_EXERCISE AIM_
In the entries below, how many lines hold the string "diagnostics"? Give only the number.
==== PROVIDED DATA
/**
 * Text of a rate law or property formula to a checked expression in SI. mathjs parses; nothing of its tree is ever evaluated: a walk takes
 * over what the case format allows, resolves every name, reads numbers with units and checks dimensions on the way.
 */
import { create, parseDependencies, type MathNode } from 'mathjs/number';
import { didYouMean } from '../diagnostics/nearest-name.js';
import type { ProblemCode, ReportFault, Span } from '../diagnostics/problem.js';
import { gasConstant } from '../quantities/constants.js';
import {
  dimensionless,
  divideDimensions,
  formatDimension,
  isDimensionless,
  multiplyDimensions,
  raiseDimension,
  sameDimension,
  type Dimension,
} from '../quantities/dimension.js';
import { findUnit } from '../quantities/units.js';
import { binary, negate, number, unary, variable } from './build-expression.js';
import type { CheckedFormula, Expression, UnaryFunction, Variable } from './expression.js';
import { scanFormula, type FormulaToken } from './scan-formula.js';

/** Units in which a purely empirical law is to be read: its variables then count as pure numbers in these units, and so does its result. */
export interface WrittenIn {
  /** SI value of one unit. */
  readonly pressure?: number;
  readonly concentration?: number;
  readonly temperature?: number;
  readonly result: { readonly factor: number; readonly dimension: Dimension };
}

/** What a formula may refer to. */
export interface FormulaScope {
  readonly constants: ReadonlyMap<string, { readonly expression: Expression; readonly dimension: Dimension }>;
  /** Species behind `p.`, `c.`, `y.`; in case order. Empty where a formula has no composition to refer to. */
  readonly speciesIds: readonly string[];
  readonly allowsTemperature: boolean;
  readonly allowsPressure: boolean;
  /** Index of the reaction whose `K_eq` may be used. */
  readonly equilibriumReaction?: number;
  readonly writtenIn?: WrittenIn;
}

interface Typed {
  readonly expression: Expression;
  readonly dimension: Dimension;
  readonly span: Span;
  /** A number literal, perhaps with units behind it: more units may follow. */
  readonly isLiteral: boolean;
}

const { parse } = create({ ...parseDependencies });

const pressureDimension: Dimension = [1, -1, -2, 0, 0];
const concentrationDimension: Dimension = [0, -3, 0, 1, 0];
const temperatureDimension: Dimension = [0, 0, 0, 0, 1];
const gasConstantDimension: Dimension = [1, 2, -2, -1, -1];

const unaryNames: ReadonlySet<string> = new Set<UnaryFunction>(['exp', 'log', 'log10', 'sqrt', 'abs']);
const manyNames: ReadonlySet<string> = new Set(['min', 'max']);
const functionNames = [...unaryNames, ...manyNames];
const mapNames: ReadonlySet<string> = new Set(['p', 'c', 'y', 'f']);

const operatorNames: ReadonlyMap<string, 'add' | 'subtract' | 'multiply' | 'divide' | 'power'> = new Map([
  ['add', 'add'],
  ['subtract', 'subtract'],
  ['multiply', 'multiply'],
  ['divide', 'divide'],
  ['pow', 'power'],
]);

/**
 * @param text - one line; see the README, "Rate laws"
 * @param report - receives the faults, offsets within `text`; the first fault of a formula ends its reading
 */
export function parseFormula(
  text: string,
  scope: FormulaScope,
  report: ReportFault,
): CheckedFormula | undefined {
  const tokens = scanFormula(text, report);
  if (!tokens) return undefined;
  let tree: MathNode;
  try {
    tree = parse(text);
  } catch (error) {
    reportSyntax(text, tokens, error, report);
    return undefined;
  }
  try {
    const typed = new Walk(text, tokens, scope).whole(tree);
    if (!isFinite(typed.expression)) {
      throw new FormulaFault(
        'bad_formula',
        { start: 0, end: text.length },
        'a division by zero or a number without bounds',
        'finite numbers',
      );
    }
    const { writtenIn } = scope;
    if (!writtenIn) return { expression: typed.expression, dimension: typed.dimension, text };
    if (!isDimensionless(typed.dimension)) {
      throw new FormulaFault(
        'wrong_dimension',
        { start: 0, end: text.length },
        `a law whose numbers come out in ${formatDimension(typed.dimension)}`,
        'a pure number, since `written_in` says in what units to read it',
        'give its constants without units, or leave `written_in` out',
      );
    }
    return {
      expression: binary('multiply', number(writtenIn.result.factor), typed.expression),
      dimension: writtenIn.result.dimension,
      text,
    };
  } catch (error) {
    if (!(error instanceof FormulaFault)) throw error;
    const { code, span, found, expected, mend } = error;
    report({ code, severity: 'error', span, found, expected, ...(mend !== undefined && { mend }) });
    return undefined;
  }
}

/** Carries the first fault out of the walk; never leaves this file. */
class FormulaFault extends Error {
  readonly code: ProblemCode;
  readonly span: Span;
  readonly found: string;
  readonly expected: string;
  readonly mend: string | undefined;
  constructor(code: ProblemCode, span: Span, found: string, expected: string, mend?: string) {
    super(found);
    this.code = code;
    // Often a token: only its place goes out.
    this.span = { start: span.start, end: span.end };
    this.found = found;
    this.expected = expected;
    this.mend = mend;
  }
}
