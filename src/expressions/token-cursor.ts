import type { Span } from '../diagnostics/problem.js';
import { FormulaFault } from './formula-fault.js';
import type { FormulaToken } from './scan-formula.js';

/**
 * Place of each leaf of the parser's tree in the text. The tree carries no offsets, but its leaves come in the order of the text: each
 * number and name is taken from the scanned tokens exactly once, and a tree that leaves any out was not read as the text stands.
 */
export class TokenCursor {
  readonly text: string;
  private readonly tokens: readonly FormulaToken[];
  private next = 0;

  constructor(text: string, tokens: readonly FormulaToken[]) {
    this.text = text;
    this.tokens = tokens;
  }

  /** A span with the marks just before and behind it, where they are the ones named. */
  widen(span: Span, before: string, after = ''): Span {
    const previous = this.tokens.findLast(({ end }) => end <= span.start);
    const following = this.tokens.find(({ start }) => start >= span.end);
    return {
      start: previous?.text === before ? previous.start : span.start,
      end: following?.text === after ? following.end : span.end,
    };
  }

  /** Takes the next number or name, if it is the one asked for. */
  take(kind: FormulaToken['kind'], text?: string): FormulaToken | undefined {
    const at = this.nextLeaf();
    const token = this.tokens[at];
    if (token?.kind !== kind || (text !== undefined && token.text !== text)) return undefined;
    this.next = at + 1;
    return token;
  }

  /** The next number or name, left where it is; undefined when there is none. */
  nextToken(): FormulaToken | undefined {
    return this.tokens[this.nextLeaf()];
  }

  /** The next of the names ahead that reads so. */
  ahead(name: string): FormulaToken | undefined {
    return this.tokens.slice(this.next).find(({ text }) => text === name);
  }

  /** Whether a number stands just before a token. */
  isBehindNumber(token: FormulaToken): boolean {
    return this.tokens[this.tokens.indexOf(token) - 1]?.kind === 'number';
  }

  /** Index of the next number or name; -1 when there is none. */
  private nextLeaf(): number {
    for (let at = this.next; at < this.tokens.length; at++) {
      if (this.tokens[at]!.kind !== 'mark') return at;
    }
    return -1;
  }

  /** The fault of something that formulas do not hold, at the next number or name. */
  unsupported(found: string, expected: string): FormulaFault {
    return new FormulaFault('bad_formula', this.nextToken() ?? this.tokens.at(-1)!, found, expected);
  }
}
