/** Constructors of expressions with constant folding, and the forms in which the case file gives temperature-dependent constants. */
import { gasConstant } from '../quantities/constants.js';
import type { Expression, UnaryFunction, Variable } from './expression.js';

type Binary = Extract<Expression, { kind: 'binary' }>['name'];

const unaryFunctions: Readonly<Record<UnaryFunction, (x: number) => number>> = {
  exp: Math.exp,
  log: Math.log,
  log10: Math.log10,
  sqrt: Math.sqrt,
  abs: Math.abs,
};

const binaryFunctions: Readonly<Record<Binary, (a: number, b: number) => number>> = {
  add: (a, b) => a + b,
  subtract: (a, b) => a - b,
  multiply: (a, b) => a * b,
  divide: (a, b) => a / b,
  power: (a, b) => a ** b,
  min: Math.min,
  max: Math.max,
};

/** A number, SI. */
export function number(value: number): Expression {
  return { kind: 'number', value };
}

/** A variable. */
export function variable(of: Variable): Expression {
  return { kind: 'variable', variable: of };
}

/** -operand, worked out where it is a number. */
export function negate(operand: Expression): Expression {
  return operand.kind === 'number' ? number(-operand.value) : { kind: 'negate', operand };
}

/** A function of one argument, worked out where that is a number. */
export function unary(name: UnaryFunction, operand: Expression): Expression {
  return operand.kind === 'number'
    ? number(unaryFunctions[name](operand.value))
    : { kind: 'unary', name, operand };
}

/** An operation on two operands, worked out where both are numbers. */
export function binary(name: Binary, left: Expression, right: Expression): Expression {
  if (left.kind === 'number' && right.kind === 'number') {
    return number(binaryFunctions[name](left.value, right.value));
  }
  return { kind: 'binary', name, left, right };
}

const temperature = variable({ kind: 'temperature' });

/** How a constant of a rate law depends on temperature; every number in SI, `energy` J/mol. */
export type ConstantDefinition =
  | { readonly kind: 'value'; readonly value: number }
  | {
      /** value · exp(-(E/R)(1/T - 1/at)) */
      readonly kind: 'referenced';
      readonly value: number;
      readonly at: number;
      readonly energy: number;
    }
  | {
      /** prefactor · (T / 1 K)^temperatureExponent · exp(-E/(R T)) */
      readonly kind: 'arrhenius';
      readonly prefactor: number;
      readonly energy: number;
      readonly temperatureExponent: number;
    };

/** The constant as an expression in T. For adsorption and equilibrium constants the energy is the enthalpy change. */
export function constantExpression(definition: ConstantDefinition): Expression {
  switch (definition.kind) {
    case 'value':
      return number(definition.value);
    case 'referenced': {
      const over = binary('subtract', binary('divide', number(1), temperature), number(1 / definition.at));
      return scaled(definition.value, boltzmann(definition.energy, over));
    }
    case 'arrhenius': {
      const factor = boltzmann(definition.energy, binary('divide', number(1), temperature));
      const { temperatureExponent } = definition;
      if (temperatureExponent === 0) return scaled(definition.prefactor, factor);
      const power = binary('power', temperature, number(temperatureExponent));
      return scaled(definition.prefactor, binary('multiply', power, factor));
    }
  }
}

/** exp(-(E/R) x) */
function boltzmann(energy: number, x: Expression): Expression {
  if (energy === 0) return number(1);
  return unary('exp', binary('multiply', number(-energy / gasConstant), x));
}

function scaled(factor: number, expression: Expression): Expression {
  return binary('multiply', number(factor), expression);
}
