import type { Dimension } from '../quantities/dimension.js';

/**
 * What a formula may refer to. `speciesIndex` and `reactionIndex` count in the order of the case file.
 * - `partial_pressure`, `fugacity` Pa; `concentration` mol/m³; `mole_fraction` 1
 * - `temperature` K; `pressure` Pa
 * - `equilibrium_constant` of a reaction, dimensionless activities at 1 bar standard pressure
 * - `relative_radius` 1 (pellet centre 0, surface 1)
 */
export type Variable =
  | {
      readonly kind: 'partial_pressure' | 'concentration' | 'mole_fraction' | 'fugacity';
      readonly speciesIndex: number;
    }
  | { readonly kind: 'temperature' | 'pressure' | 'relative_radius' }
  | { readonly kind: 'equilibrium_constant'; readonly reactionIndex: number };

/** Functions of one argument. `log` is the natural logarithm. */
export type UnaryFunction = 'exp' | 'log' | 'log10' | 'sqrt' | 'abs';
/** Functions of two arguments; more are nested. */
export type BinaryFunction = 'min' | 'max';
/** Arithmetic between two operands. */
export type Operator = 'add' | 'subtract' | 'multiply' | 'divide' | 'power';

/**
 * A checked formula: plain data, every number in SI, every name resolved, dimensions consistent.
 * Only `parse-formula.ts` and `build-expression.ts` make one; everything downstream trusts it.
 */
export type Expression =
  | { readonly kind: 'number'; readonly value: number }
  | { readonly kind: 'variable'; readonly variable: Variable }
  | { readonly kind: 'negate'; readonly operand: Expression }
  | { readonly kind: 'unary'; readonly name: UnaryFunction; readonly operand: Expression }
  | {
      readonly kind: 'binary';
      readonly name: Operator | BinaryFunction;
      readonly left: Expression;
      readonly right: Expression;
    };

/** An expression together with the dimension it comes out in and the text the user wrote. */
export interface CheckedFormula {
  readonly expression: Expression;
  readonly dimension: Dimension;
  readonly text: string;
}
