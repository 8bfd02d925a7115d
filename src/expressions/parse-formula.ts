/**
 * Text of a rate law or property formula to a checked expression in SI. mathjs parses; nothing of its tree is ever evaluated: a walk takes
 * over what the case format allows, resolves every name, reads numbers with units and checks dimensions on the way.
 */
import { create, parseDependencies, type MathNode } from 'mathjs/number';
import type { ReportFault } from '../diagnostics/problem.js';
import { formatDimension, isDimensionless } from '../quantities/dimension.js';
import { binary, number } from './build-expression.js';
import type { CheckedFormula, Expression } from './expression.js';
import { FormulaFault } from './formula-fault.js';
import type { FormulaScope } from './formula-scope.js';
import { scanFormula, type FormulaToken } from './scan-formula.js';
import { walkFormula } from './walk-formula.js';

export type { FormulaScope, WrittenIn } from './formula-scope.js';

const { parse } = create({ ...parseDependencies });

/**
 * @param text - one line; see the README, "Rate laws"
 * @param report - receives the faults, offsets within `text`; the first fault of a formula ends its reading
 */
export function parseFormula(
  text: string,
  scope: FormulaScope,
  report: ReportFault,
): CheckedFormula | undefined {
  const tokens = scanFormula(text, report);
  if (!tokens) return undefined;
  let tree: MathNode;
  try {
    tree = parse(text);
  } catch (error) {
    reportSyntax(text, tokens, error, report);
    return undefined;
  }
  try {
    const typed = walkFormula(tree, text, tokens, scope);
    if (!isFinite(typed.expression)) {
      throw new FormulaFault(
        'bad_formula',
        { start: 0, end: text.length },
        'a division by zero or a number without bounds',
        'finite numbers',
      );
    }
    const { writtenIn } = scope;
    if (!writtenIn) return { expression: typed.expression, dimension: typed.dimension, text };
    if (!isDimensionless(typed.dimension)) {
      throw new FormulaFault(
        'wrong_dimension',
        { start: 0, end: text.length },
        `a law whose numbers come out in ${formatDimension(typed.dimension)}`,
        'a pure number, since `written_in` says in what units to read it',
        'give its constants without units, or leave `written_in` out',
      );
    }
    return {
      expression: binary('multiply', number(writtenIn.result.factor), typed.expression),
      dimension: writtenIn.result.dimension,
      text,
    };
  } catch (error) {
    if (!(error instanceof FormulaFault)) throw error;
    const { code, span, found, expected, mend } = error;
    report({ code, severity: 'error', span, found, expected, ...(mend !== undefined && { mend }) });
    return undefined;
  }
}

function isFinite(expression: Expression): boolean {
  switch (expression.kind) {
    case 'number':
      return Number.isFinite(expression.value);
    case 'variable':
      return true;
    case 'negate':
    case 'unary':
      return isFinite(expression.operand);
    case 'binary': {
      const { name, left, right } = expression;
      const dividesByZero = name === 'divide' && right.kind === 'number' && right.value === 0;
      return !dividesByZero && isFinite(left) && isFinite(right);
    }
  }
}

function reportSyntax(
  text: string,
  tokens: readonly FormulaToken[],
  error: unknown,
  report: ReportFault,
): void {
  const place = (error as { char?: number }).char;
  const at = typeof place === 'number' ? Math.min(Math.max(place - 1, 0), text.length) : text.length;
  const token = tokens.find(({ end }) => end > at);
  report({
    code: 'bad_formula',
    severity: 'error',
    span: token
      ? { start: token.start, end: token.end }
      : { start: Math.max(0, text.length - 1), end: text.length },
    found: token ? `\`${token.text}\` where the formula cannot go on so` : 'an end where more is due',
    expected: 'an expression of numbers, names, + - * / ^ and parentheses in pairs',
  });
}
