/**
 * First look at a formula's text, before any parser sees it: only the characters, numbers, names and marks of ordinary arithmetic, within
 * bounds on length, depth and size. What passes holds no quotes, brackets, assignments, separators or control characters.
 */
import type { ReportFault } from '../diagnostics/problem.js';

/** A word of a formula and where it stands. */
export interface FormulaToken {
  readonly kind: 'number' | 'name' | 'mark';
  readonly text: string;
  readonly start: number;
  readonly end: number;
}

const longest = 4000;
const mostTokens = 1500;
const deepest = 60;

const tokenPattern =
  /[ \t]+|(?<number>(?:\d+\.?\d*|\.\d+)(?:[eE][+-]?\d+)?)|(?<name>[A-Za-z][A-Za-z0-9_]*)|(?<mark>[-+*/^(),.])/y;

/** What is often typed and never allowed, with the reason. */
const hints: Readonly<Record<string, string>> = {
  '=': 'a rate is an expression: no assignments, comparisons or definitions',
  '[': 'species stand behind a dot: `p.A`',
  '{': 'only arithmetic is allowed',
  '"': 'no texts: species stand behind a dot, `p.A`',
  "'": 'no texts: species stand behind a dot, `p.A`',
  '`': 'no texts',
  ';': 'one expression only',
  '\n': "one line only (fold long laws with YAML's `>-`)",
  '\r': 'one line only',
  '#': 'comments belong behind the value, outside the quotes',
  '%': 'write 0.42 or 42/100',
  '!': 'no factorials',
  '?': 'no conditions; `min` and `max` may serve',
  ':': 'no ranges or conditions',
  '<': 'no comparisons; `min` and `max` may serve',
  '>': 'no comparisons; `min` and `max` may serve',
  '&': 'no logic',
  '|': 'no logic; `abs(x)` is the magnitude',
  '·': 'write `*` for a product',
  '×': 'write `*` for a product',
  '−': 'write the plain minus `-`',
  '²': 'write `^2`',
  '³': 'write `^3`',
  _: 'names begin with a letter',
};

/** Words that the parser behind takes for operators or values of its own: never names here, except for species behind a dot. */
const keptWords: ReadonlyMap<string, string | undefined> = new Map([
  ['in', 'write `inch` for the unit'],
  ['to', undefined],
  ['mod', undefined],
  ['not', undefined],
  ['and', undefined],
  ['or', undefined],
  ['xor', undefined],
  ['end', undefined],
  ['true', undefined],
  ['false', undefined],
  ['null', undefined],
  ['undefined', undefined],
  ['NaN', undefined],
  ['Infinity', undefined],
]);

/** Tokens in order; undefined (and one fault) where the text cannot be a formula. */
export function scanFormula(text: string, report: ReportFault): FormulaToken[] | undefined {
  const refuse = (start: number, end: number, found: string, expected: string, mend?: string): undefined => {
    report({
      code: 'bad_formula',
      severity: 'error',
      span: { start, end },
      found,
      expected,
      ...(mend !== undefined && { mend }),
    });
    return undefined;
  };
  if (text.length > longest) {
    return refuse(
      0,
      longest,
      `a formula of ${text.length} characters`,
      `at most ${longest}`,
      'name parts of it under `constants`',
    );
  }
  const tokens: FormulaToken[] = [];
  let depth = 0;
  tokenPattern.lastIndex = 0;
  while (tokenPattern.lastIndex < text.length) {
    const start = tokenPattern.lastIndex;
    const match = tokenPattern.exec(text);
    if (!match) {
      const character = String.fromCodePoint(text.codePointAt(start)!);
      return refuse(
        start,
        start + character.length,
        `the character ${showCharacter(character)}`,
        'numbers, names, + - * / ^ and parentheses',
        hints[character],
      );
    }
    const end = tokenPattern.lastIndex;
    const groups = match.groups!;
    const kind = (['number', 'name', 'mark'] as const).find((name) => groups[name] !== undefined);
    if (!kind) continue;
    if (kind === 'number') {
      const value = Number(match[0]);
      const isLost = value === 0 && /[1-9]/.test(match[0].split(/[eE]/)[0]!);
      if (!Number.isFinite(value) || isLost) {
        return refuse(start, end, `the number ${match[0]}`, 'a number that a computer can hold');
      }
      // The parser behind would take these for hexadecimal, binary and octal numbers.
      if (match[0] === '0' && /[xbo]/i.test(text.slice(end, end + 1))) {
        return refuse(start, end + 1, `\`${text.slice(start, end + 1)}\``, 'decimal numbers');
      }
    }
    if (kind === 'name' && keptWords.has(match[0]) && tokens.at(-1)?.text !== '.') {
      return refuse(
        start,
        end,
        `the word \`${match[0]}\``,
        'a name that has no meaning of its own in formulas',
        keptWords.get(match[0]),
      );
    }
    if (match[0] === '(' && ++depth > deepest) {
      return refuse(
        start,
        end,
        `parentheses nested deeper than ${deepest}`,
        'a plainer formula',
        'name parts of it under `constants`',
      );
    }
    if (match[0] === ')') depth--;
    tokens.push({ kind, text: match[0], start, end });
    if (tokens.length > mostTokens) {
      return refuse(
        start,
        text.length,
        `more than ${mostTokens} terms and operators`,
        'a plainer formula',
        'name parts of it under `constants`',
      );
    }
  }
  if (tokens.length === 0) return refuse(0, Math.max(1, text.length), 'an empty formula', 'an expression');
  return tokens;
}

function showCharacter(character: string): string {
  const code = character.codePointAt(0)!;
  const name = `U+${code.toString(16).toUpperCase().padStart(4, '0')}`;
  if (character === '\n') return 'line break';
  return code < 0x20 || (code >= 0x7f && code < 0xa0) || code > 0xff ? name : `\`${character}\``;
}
========
_SOLUTION TO THIS EXERCISE_
5